◆ Work request ◆
Reproduce word for word, from the entries below, the line with "const y = [...below];", the line with "readonly lowerBound: number;", and every line between them, and nothing more.

◆ Source records ◆
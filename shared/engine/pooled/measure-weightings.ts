import { requireInteger } from './require-input';

/** Points on the simplex per number of measures: compositions of J into M parts (J by M). */
const STEPS: Readonly<Record<number, number>> = { 1: 1, 2: 8, 3: 4, 4: 2 };

/**
 * Weightings μ of M measures (μ_m ≥ 0, Σμ_m = 1) at which the planner combines the measures'
 * targets into one: every composition of J into M parts divided by J — J = 8 for 2 measures
 * (9 weightings), 4 for 3 (15), 2 for 4 (10) — and for 5 or more measures the M single measures
 * plus equal weights. Always includes each measure on its own. Domain: 1 ≤ M ≤ 100 (DomainError).
 * Common practice (a grid on the simplex).
 * @example measureWeightings(2) // [[0, 1], [0.125, 0.875], [0.25, 0.75], … [0.875, 0.125], [1, 0]] (9 weightings)
 */
export function measureWeightings(measureCount: number): number[][] {
  requireInteger('measureCount', measureCount, 1, 100);
  const steps = STEPS[measureCount];
  if (steps === undefined) {
    const single = Array.from({ length: measureCount }, (_, m) =>
      Array.from({ length: measureCount }, (_, j) => (j === m ? 1 : 0)),
    );
    return [...single, new Array<number>(measureCount).fill(1 / measureCount)];
  }
  const out: number[][] = [];
  const build = (prefix: number[], left: number): void => {
    if (prefix.length === measureCount - 1) {
      out.push([...prefix, left].map((v) => v / steps));
      return;
    }
    for (let v = 0; v <= left; v++) build([...prefix, v], left - v);
  };
  build([], steps);
  return out;
}
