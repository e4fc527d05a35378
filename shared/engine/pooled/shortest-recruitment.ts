import type { AllocationProblem } from './allocation-problem';

/** Outcome of the shortest-recruitment search. */
export interface ShortestRecruitmentResult {
  /** The most each site can recruit in `months` (min(cap_i, ⌊rate_i·months⌋)); null when the search failed. */
  readonly allocation: readonly number[] | null;
  /** The shortest recruitment: max_i n_i/rate_i of that allocation. */
  readonly months: number | null;
  readonly converged: boolean;
  readonly reason?: string;
}

const DURATION_ITERATIONS = 200;
const DURATION_TOLERANCE = 1e-12;
const STEP_DOWN_LIMIT = 100_000;

/**
 * Shortest common recruitment duration T at which every measure meets its pooled targets when
 * each site recruits for T months: n_i(T) = min(cap_i, ⌊rate_i·T⌋), which must also reach the
 * site's minimum n. Meeting the targets is monotone in T, so a bisection on T over
 * (0, max_i cap_i/rate_i] finds it; n(T) only changes where some rate_i·T crosses a whole number,
 * so the answer is then made exact by stepping down those breakpoints: the sites that finish last
 * each give up one participant while the targets still hold. The caller then looks for the
 * fewest participants within these per-site numbers (the duration cannot get shorter).
 * Domain: rates finite > 0 (checked by planPooledAllocation); the caps must meet every target.
 * Iteration caps: 200 bisection steps (relative tolerance 1e-12), 100,000 breakpoint steps.
 * Source: bisection on a monotone condition (common practice).
 * @example shortestRecruitment(problem, [10, 20, 5]) // { allocation: [94, 188, 47], months: 9.4 } (problem as in makeAllocationProblem's example)
 */
export function shortestRecruitment(problem: AllocationProblem, rates: readonly number[]): ShortestRecruitmentResult {
  const { floors, caps } = problem;
  const allocationAt = (months: number): number[] => caps.map((cap, i) => Math.min(cap, Math.floor((rates[i] ?? 0) * months)));
  const feasible = (allocation: readonly number[]): boolean =>
    allocation.every((n, i) => n >= (floors[i] ?? 0)) && problem.measures.every((_, m) => problem.meets(allocation, m));
  const duration = (allocation: readonly number[]): number =>
    allocation.reduce((longest, n, i) => Math.max(longest, n / (rates[i] ?? 1)), 0);

  let hi = caps.reduce((longest, cap, i) => Math.max(longest, cap / (rates[i] ?? 1)), 0) * (1 + 1e-9);
  if (!feasible(allocationAt(hi)))
    return { allocation: null, months: null, converged: false, reason: 'the targets are not met even at capacity' };
  let lo = 0;
  let iterations = 0;
  while (hi - lo > DURATION_TOLERANCE * hi && iterations < DURATION_ITERATIONS) {
    const mid = (lo + hi) / 2;
    if (feasible(allocationAt(mid))) hi = mid;
    else lo = mid;
    iterations++;
  }
  let allocation = allocationAt(hi);
  for (let step = 0; step < STEP_DOWN_LIMIT; step++) {
    const longest = duration(allocation);
    const earlier = allocation.map((n, i) => (n / (rates[i] ?? 1) === longest ? n - 1 : n));
    if (!feasible(earlier)) return { allocation, months: longest, converged: true };
    allocation = earlier;
  }
  return {
    allocation: null,
    months: null,
    converged: false,
    reason: `more than ${STEP_DOWN_LIMIT} breakpoint steps were needed`,
  };
}
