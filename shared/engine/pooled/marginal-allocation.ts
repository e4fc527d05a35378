import { smallestIntegerMeeting } from '../numerics/integer-search';

/** Outcome of one marginal-allocation run. */
export interface MarginalAllocationResult {
  /** Per-site n; null when the search failed (reason says why). */
  readonly allocation: readonly number[] | null;
  readonly reason?: string;
}

/** Bisection on the price λ stops when hi/lo ≤ 1 + this. */
const PRICE_TOLERANCE = 1e-12;
const PRICE_ITERATIONS = 300;

/**
 * Greedy marginal allocation: starting from `start`, give participants one at a time to the site
 * whose next participant has the largest `gain`, never beyond `caps`, and stop at the first
 * allocation where `done` holds. `gain(site, n)` is the value of the site's participant n + 1 and
 * must not increase with n; `done` must be monotone (once true, adding participants keeps it true)
 * and true at `caps`.
 *
 * The one-at-a-time sequence is computed in bulk. With non-increasing gains, the greedy's first
 * steps are exactly "every increment whose gain is ≥ λ" for some price λ, so A(λ) (each site grown,
 * by integer bisection, while its next gain is ≥ λ) is a prefix of the greedy sequence. A geometric
 * bisection on λ (relative tolerance 1e-12, at most 300 steps) brackets the step at which `done`
 * first holds; the increments whose gains tie inside the bracket are then added site by site
 * (largest gain first) with an integer search, so no increment beyond the first point where `done`
 * holds is added. Cost: about 50 bisection steps × K integer searches, each confined to the
 * range between the allocations at the current bracket's ends (a few gains once it is narrow).
 * Source: marginal analysis for separable concave resource allocation (Gross 1956; Fox,
 * Management Science 1966 — from memory; common practice).
 * @example marginalAllocation([1, 1], [10, 10], (_s, n) => 1 / (n + 1), (a) => a[0] + a[1] >= 6).allocation // [3, 3]
 */
export function marginalAllocation(
  start: readonly number[],
  caps: readonly number[],
  gain: (site: number, n: number) => number,
  done: (allocation: readonly number[]) => boolean,
): MarginalAllocationResult {
  if (done(start)) return { allocation: [...start] };
  const memo = start.map(() => new Map<number, number>());
  const gainOf = (site: number, n: number): number => {
    const known = memo[site]?.get(n);
    if (known !== undefined) return known;
    const g = gain(site, n);
    memo[site]?.set(n, g);
    return g;
  };
  // A(λ): every site grows while its next participant's gain is ≥ λ (gains fall with n). A(λ) falls
  // as λ rises, so for hi > λ > lo each site's answer lies in [A(hi), A(lo)]: search only there.
  const atPrice = (price: number, lower: readonly number[], upper: readonly number[]): number[] =>
    lower.map((from, site) => {
      const to = upper[site] ?? from;
      if (from >= to) return from;
      return smallestIntegerMeeting((n) => n >= to || gainOf(site, n) < price, from, to).n ?? to;
    });
  let hi = 0;
  start.forEach((n, site) => {
    if (n < (caps[site] ?? n)) hi = Math.max(hi, gainOf(site, n));
  });
  if (!(hi > 0)) return { allocation: null, reason: 'no site can add precision where it is still needed' };
  hi *= 2; // A(hi) adds nobody, and done(start) is false
  let atHi: number[] = [...start];
  let atLo: number[] = [...caps];
  let lo = hi;
  let loDone = false;
  for (let i = 0; i < 110 && !loDone; i++) {
    lo /= 1024;
    const a = atPrice(lo, atHi, caps);
    loDone = done(a);
    if (loDone) atLo = a;
    else {
      hi = lo;
      atHi = a;
    }
  }
  if (!loDone) return { allocation: null, reason: 'no price was found at which the targets are met' };
  let iterations = 0;
  while (hi / lo > 1 + PRICE_TOLERANCE && iterations < PRICE_ITERATIONS) {
    const mid = Math.sqrt(lo * hi);
    const a = atPrice(mid, atHi, atLo);
    if (done(a)) {
      lo = mid;
      atLo = a;
    } else {
      hi = mid;
      atHi = a;
    }
    iterations++;
  }
  if (hi / lo > 1 + PRICE_TOLERANCE)
    return { allocation: null, reason: `the price bisection did not converge in ${PRICE_ITERATIONS} steps` };
  // Increments with gains in [lo, hi) tie at this price: add them site by site, largest gain first.
  const below = atHi;
  const above = atLo;
  const order = below
    .map((n, site) => ({ site, g: n < (above[site] ?? n) ? gainOf(site, n) : -1 }))
    .filter((e) => e.g >= 0)
    .sort((a, b) => b.g - a.g || a.site - b.site);
  const y = [...below];
  for (const { site } of order) {
    const from = below[site] ?? 0;
    const to = above[site] ?? from;
    y[site] = to;
    if (done(y)) {
      y[site] = smallestIntegerMeeting((v) => done(y.map((n, s) => (s === site ? v : n))), from, to).n ?? to;
      break;
    }
  }
  return { allocation: y };
}
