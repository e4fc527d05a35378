import type { AllocationProblem } from './allocation-problem';
import { fewestParticipants } from './fewest-participants';
import { measureWeightings } from './measure-weightings';
import { weightedAllocation } from './weighted-allocation';

/** What the search over weightings of the measures found. */
export interface CombinedTargetsSearch {
  /** The largest total over the weightings tried: no allocation meeting every target has fewer (with shrinking gains). */
  readonly lowerBound: number;
  /** The weighting that gave the bound; null when no weighting gave more than the floors. */
  readonly boundWeighting: readonly number[] | null;
  /** The allocation meeting every target with the fewest participants among those found. */
  readonly best: readonly number[];
  readonly weightingsTried: number;
}

const FIRST_STEP = 1 / 8;
const LAST_STEP = 1 / 128;

const sum = (allocation: readonly number[]): number => allocation.reduce((s, n) => s + n, 0);

/**
 * For several measures: tries weightings μ of the measures (measureWeightings, then a pattern
 * search from the best of them moving weight 1/8, 1/16, … 1/128 between pairs of measures while
 * the bound rises; at most 8·M further weightings). Each weighting gives, through
 * weightedAllocation, a lower bound on the fewest participants (the surrogate relaxation); at the
 * grid points and at the weighting the search ends on, its allocation is completed and trimmed by
 * fewestParticipants into a candidate meeting every target.
 * Returns the best bound and the best candidate, starting from `start` (an allocation already
 * meeting every target). The bound is a true bound only when the gains shrink (diminishingGains).
 * Source: surrogate relaxation with a search over its multipliers (common practice).
 * @example searchCombinedTargets(problem, phased).lowerBound // ≤ any allocation's total that meets every target
 */
export function searchCombinedTargets(problem: AllocationProblem, start: readonly number[]): CombinedTargetsSearch {
  const everyMeasure = problem.measures.map((_, m) => m);
  let lowerBound = sum(problem.floors);
  let boundWeighting: number[] | null = null;
  let best = [...start];
  let tried = 0;
  const evaluate = (weighting: number[], complete: boolean): number => {
    tried++;
    const relaxed = weightedAllocation(problem, weighting);
    if (relaxed.allocation === null) return Number.NEGATIVE_INFINITY;
    const total = sum(relaxed.allocation);
    if (total > lowerBound) {
      lowerBound = total;
      boundWeighting = weighting;
    }
    if (complete) {
      const candidate = fewestParticipants(problem, everyMeasure, relaxed.allocation).allocation;
      if (candidate !== null && sum(candidate) < sum(best)) best = [...candidate];
    }
    return total;
  };

  let centre: number[] | null = null;
  let centreValue = Number.NEGATIVE_INFINITY;
  for (const weighting of measureWeightings(problem.measures.length)) {
    const value = evaluate(weighting, true);
    if (value > centreValue) {
      centreValue = value;
      centre = weighting;
    }
  }
  const budget = tried + 8 * problem.measures.length;
  let point: number[] = centre ?? [];
  for (let step = FIRST_STEP; point.length > 0 && step >= LAST_STEP && tried < budget; step /= 2) {
    let improved = true;
    while (improved && tried < budget) {
      improved = false;
      for (let from = 0; from < point.length && !improved && tried < budget; from++) {
        for (let to = 0; to < point.length && !improved && tried < budget; to++) {
          if (from === to || (point[from] ?? 0) < step) continue;
          const next: number[] = point.map((mu, m) => (m === from ? mu - step : m === to ? mu + step : mu));
          const value = evaluate(next, false);
          if (value > centreValue) {
            centreValue = value;
            point = next;
            improved = true;
          }
        }
      }
    }
  }
  if (point !== centre && point.length > 0) evaluate(point, true); // complete the best weighting the search reached
  return { lowerBound, boundWeighting, best, weightingsTried: tried };
}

◆ Finished exercise ◆
  const y = [...below];
  for (const { site } of order) {
    const from = below[site] ?? 0;
    const to = above[site] ?? from;
    y[site] = to;
    if (done(y)) {
      y[site] = smallestIntegerMeeting((v) => done(y.map((n, s) => (s === site ? v : n))), from, to).n ?? to;
      break;
    }
  }
  return { allocation: y };
}
repository e4fc527d05a35378
import type { AllocationProblem } from './allocation-problem';
import { fewestParticipants } from './fewest-participants';
import { measureWeightings } from './measure-weightings';
import { weightedAllocation } from './weighted-allocation';

/** What the search over weightings of the measures found. */
export interface CombinedTargetsSearch {
  /** The largest total over the weightings tried: no allocation meeting every target has fewer (with shrinking gains). */
  readonly lowerBound: number;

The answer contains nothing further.